#### Record set
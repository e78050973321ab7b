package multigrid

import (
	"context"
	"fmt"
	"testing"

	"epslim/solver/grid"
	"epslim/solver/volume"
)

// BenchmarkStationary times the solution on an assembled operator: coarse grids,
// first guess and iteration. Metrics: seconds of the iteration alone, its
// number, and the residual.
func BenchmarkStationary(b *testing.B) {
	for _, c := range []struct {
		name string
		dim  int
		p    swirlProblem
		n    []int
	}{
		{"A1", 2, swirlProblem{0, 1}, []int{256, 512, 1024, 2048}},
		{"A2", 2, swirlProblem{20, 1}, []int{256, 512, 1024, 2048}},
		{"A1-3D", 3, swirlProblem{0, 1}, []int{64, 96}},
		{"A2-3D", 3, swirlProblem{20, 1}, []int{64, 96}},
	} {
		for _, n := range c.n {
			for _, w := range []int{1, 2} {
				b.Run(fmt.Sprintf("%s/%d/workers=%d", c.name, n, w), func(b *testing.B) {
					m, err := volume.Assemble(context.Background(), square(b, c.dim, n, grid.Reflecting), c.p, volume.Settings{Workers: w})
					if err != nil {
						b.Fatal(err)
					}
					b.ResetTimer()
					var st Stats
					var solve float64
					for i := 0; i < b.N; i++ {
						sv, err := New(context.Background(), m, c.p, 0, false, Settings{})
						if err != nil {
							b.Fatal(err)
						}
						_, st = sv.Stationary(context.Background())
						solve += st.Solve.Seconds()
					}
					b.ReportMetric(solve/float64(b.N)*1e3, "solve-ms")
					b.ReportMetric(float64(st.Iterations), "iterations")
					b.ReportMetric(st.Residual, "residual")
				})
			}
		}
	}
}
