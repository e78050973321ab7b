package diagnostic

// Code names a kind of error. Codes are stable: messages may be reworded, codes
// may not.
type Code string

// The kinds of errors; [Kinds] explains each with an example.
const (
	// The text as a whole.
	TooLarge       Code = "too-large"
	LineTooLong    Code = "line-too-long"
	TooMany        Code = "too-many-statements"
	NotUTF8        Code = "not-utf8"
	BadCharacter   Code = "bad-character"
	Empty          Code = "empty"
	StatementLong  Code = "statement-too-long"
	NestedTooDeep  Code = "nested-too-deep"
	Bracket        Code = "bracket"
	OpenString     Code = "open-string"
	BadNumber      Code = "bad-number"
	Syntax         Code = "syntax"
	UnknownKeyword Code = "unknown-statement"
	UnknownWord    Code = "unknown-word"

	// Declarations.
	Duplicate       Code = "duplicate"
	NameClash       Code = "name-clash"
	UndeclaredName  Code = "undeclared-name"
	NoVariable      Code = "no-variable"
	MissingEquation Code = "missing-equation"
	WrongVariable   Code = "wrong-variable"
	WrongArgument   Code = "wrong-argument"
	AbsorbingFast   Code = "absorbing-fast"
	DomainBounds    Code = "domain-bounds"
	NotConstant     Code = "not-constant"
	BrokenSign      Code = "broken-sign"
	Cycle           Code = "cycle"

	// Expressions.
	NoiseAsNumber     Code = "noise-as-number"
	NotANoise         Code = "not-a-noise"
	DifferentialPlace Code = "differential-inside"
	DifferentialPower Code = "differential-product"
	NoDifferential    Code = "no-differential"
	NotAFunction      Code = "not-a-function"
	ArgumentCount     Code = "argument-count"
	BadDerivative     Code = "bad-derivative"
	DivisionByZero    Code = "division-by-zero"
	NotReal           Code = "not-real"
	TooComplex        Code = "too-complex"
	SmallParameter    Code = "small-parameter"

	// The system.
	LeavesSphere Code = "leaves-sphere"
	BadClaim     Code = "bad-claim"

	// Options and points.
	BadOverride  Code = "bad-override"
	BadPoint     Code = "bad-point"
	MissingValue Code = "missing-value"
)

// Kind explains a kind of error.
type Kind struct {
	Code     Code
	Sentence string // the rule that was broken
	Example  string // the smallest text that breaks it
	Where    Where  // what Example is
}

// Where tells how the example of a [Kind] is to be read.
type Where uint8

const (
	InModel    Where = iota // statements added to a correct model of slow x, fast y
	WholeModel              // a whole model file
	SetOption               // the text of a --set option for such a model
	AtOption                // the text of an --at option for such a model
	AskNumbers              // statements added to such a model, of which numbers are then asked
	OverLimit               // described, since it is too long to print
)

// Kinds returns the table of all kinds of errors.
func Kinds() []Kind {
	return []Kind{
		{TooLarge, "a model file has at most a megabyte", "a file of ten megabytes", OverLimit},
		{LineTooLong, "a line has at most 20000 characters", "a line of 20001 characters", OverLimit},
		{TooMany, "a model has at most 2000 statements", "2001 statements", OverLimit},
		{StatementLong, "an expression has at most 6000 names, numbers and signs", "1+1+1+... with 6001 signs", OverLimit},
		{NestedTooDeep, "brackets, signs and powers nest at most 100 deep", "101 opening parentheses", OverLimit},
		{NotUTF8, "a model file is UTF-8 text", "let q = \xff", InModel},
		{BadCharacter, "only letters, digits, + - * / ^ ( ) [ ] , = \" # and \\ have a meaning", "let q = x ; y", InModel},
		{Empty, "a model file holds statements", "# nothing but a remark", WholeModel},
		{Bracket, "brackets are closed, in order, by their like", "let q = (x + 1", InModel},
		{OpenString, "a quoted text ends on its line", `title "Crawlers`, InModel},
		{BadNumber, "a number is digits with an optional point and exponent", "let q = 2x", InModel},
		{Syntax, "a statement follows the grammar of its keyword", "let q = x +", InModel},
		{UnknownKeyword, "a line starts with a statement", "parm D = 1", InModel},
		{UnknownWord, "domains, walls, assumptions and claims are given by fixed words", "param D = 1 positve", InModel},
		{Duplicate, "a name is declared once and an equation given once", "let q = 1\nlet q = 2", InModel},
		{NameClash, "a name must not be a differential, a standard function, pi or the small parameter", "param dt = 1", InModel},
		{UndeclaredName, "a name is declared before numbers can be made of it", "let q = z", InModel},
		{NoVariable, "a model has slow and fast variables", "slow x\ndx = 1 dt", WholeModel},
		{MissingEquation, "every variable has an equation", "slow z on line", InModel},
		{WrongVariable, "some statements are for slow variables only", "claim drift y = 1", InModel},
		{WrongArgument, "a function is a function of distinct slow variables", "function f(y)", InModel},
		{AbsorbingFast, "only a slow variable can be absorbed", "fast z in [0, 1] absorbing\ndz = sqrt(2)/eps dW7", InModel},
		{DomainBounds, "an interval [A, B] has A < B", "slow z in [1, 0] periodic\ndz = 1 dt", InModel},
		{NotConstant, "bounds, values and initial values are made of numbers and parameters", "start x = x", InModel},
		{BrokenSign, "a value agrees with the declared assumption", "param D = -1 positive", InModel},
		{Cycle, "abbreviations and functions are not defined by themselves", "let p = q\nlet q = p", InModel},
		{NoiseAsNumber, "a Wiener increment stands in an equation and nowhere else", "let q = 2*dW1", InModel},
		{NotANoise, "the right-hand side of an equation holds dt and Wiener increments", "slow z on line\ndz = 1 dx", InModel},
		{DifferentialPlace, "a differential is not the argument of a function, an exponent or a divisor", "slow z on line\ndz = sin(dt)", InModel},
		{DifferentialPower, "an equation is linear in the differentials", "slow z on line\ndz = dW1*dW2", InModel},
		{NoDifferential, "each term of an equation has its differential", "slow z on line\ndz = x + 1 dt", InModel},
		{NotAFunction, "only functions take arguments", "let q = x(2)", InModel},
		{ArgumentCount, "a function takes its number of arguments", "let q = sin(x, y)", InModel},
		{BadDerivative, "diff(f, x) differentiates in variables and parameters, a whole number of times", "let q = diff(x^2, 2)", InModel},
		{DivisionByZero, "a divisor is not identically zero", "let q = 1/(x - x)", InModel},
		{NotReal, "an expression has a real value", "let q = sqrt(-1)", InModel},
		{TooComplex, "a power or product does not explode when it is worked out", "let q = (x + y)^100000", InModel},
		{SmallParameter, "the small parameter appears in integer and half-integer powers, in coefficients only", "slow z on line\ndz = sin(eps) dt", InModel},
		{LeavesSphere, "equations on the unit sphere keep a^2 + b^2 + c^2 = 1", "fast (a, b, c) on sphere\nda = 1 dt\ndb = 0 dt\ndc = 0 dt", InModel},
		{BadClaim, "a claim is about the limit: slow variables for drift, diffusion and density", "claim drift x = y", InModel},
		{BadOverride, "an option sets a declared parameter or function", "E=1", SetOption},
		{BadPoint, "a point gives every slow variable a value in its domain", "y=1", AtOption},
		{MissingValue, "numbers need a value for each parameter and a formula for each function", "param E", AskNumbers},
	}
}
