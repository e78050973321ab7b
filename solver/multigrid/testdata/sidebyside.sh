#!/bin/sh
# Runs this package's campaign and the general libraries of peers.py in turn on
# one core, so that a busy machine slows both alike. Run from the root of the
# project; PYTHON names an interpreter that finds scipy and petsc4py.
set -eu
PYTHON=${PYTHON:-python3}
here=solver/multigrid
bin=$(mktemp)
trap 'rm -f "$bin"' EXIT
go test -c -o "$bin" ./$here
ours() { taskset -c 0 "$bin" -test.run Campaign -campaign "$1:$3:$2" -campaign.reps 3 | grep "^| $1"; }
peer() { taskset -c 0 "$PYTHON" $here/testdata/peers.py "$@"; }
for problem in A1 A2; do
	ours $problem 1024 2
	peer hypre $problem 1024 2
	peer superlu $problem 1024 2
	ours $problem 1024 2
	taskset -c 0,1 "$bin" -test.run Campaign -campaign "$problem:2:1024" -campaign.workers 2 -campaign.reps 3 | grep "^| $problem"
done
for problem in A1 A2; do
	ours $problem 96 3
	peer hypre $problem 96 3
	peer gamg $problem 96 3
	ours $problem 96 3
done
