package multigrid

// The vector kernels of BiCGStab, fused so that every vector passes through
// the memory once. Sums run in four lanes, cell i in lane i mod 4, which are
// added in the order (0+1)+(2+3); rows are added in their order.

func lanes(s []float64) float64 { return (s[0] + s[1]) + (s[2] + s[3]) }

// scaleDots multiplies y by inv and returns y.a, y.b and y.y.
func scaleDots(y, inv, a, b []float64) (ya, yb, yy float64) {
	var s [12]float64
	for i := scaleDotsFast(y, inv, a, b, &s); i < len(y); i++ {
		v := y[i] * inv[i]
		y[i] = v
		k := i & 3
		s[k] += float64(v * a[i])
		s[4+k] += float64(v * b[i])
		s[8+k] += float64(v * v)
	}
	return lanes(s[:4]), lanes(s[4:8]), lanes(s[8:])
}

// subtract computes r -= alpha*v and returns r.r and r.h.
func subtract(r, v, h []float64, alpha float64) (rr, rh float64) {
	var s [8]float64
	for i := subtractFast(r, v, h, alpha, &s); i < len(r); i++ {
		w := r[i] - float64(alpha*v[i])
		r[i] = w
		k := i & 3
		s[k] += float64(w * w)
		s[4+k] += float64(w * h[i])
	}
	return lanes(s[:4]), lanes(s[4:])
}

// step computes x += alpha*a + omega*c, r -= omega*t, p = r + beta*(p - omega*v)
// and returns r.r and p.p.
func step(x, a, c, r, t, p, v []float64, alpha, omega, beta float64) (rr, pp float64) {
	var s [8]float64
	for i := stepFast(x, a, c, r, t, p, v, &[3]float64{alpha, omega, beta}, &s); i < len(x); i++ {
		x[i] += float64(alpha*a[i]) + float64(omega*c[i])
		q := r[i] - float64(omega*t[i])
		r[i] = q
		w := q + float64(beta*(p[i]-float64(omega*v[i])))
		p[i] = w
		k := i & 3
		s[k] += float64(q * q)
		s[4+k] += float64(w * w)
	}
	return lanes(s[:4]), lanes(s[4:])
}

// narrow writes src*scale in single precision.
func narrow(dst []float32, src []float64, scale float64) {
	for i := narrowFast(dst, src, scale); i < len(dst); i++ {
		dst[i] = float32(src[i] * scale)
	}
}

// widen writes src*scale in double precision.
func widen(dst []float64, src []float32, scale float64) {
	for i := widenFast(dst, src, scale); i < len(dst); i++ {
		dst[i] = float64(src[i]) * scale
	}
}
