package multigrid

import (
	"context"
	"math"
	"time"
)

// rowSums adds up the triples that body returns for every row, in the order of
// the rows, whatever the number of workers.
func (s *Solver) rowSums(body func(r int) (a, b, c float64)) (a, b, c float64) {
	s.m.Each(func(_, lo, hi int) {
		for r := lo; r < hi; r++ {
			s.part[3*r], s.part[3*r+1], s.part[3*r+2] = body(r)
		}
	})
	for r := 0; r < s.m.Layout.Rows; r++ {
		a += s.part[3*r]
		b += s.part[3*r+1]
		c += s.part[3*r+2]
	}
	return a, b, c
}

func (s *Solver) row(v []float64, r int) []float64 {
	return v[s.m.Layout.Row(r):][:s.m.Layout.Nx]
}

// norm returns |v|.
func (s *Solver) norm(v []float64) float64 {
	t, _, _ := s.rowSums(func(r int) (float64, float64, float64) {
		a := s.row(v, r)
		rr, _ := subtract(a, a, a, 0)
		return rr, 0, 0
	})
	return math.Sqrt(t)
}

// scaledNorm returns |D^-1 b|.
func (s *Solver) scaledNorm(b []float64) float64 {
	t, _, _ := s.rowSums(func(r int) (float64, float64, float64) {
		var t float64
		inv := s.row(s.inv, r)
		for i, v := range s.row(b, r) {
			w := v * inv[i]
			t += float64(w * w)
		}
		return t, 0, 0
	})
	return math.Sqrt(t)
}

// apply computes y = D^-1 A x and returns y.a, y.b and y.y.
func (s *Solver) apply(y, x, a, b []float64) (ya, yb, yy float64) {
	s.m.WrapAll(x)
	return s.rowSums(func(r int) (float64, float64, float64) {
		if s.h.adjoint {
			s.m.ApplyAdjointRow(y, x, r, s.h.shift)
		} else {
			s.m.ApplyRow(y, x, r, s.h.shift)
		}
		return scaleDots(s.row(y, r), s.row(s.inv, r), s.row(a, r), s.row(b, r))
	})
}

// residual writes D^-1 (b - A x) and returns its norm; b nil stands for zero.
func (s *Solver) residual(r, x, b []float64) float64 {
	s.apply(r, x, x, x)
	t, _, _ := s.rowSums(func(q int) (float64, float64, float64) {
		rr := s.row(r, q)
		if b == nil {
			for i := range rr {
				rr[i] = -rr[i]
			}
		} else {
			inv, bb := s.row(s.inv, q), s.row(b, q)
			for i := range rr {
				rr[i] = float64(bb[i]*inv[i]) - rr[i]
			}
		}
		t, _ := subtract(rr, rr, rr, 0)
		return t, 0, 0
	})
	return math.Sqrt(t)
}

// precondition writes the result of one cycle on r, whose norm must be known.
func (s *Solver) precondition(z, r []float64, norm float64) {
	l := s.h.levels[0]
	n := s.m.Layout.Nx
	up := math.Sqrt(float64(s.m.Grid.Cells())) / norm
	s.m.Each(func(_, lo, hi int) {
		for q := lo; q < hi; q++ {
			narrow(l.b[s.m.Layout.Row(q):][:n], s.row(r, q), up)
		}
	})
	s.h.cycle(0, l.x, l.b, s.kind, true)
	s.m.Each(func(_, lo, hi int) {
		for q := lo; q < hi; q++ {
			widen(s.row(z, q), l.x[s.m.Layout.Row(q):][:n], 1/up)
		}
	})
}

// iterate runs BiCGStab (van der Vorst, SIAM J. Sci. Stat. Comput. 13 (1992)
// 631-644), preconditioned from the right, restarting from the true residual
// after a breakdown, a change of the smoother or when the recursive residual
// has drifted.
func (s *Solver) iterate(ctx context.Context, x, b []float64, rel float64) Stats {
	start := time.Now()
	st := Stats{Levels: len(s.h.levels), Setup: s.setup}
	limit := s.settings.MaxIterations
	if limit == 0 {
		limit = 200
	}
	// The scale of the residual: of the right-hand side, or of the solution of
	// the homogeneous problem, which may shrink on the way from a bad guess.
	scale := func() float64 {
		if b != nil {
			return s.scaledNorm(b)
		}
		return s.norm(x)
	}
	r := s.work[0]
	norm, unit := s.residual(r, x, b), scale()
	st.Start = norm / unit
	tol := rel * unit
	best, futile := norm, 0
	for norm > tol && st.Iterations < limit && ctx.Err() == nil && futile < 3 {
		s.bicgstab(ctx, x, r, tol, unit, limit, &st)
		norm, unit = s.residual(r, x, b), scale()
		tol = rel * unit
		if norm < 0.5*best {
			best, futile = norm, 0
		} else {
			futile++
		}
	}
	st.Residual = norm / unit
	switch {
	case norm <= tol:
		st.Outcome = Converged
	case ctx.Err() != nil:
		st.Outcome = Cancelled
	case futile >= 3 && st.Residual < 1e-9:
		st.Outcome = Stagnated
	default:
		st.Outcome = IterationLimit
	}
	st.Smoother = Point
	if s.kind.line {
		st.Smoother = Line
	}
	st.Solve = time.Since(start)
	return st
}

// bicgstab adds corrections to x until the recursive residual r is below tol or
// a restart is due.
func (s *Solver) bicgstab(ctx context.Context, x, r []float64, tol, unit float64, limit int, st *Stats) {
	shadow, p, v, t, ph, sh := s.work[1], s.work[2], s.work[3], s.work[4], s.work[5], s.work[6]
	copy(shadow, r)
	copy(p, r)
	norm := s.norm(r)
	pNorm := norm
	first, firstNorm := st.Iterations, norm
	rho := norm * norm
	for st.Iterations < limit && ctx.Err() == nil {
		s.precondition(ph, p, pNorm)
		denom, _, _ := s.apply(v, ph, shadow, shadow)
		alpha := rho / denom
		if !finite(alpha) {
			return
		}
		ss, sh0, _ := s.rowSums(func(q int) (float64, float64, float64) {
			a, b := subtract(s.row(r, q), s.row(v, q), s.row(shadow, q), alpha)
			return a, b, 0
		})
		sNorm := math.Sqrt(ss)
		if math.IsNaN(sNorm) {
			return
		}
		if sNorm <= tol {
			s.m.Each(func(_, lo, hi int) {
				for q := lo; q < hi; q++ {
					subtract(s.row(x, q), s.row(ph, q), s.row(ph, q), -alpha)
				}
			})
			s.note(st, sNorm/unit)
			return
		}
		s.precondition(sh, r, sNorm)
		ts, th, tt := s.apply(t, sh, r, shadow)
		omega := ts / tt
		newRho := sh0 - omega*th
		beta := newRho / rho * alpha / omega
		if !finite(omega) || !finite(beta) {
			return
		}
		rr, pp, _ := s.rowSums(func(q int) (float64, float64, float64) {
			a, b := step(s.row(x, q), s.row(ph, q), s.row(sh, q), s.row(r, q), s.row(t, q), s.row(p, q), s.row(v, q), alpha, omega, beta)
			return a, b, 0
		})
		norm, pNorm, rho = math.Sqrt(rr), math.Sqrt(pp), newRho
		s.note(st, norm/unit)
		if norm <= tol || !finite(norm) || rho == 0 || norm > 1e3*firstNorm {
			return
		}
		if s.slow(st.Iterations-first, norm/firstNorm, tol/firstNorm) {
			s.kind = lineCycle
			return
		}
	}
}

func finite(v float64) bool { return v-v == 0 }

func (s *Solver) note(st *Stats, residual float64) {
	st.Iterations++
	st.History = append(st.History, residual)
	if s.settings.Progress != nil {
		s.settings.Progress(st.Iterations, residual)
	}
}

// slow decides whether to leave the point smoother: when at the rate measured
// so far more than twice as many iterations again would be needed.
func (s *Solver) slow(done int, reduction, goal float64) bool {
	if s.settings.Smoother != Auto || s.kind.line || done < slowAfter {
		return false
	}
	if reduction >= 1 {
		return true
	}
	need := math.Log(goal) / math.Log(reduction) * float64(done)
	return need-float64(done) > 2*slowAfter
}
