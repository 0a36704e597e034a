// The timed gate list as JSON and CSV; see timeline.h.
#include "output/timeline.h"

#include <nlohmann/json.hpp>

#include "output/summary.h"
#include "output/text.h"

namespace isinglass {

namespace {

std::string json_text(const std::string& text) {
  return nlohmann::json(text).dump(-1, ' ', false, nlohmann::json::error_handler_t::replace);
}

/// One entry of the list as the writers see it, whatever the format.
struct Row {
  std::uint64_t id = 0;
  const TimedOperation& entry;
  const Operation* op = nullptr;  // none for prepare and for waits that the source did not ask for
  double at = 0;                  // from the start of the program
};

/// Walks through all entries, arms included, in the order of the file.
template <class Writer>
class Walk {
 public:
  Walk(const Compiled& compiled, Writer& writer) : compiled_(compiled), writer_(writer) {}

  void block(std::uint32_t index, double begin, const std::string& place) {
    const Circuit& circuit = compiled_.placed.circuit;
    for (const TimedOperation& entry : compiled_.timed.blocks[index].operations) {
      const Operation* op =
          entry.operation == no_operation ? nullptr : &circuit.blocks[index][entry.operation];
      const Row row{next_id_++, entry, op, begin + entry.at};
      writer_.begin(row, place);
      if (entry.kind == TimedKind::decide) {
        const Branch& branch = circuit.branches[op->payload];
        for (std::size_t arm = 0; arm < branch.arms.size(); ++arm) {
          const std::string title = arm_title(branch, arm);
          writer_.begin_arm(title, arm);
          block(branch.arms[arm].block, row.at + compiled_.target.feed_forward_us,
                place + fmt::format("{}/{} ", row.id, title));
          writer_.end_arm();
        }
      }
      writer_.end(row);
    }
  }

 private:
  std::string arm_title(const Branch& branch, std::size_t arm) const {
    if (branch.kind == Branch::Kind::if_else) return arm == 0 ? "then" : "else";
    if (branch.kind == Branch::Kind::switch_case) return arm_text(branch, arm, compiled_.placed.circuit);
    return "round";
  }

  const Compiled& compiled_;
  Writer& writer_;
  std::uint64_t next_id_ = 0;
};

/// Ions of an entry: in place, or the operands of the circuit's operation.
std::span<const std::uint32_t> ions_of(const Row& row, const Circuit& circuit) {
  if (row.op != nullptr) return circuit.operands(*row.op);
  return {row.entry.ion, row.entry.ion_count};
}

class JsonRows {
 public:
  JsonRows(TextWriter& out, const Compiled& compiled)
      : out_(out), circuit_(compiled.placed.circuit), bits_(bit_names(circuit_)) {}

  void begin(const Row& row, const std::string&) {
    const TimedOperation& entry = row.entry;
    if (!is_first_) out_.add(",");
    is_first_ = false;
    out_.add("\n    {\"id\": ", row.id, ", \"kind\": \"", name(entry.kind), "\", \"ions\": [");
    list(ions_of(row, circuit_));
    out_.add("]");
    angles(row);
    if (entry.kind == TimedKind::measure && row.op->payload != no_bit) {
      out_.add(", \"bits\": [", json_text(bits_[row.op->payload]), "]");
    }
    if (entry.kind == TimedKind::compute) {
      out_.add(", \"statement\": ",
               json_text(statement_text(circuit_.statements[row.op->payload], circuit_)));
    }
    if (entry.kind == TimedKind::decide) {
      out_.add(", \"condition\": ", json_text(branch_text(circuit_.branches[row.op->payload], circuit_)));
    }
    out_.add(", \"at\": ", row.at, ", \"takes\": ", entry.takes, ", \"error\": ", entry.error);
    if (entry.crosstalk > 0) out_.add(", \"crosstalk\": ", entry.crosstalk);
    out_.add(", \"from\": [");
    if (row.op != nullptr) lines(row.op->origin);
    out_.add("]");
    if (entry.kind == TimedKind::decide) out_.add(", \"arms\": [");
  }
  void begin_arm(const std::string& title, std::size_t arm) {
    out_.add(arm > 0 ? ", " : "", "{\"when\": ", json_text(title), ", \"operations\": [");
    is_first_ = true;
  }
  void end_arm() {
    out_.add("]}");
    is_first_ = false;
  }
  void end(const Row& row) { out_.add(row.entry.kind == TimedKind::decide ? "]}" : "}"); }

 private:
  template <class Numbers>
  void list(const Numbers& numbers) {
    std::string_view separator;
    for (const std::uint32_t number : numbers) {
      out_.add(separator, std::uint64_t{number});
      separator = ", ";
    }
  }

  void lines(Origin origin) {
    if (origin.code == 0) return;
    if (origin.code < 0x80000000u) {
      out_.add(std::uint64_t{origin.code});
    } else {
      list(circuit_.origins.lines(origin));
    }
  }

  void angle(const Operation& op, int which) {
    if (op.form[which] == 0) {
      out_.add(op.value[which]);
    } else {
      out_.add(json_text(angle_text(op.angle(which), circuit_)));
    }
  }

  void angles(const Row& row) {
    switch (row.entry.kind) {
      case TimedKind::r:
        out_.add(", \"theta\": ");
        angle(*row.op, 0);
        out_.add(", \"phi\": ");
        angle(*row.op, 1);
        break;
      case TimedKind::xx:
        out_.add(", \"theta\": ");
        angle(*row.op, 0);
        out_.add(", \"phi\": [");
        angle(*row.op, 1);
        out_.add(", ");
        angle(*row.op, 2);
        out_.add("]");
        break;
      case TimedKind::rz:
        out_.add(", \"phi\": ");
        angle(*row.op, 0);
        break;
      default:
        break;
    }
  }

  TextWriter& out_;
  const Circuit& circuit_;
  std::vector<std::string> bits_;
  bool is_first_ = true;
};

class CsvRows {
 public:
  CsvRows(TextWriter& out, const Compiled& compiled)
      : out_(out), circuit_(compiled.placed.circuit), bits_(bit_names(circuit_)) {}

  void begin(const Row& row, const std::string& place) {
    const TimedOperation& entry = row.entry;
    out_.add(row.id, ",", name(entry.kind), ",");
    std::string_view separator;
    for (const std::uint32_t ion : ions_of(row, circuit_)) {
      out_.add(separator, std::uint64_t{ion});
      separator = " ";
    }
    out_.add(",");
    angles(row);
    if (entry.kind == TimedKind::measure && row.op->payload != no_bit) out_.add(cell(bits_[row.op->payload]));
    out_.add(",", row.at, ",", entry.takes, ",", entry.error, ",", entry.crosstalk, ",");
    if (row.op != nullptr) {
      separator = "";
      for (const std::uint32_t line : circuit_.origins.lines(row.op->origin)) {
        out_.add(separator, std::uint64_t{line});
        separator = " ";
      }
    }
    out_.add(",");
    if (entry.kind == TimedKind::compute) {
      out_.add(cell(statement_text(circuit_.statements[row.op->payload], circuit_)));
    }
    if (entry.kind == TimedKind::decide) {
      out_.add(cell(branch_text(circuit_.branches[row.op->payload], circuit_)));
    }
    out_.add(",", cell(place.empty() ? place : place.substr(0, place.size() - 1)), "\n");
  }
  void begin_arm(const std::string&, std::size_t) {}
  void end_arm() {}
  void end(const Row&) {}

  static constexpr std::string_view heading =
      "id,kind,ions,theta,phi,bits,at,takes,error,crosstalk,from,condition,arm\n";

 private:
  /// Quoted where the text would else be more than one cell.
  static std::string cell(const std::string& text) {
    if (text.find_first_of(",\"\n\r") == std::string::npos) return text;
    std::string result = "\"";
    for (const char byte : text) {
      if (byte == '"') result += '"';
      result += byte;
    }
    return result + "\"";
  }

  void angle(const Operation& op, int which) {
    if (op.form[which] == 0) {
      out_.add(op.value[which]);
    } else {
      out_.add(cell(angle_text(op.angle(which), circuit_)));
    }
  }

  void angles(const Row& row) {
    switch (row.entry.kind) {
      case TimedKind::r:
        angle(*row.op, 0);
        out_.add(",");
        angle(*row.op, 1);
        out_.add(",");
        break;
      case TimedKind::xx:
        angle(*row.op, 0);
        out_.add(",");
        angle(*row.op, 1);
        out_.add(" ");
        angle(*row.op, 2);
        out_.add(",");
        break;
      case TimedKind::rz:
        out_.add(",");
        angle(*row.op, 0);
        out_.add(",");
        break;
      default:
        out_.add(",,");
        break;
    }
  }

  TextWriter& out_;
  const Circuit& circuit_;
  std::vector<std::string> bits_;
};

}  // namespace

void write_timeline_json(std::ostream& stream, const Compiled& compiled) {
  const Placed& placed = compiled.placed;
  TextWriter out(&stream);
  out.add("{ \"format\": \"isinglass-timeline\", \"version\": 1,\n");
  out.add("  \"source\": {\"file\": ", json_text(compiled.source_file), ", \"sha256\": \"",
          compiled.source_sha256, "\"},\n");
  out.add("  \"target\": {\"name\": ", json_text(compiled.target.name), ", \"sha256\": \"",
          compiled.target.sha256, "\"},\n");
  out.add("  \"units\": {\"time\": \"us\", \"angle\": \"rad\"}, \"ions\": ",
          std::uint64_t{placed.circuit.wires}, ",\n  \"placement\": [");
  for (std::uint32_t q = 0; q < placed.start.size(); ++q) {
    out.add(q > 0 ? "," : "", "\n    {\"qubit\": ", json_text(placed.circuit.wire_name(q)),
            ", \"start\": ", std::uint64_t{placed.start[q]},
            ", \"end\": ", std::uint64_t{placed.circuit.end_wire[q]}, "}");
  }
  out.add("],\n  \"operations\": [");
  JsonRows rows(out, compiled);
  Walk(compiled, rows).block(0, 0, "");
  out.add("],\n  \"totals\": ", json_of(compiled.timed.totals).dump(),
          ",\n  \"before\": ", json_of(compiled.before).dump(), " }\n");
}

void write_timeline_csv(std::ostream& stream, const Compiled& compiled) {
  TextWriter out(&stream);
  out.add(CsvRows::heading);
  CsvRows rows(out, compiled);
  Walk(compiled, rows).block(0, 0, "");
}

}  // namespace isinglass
########
Prompt
At the first line of the material above, start reproducing each line exactly, and end with the line that holds "for _, c := range", adding nothing.

Response
repository e78050973321ab7b
package multigrid

import (
	"context"
	"fmt"
	"testing"

	"epslim/solver/grid"
	"epslim/solver/volume"
)

// BenchmarkStationary times the solution on an assembled operator: coarse grids,
// first guess and iteration. Metrics: seconds of the iteration alone, its
// number, and the residual.
func BenchmarkStationary(b *testing.B) {
	for _, c := range []struct {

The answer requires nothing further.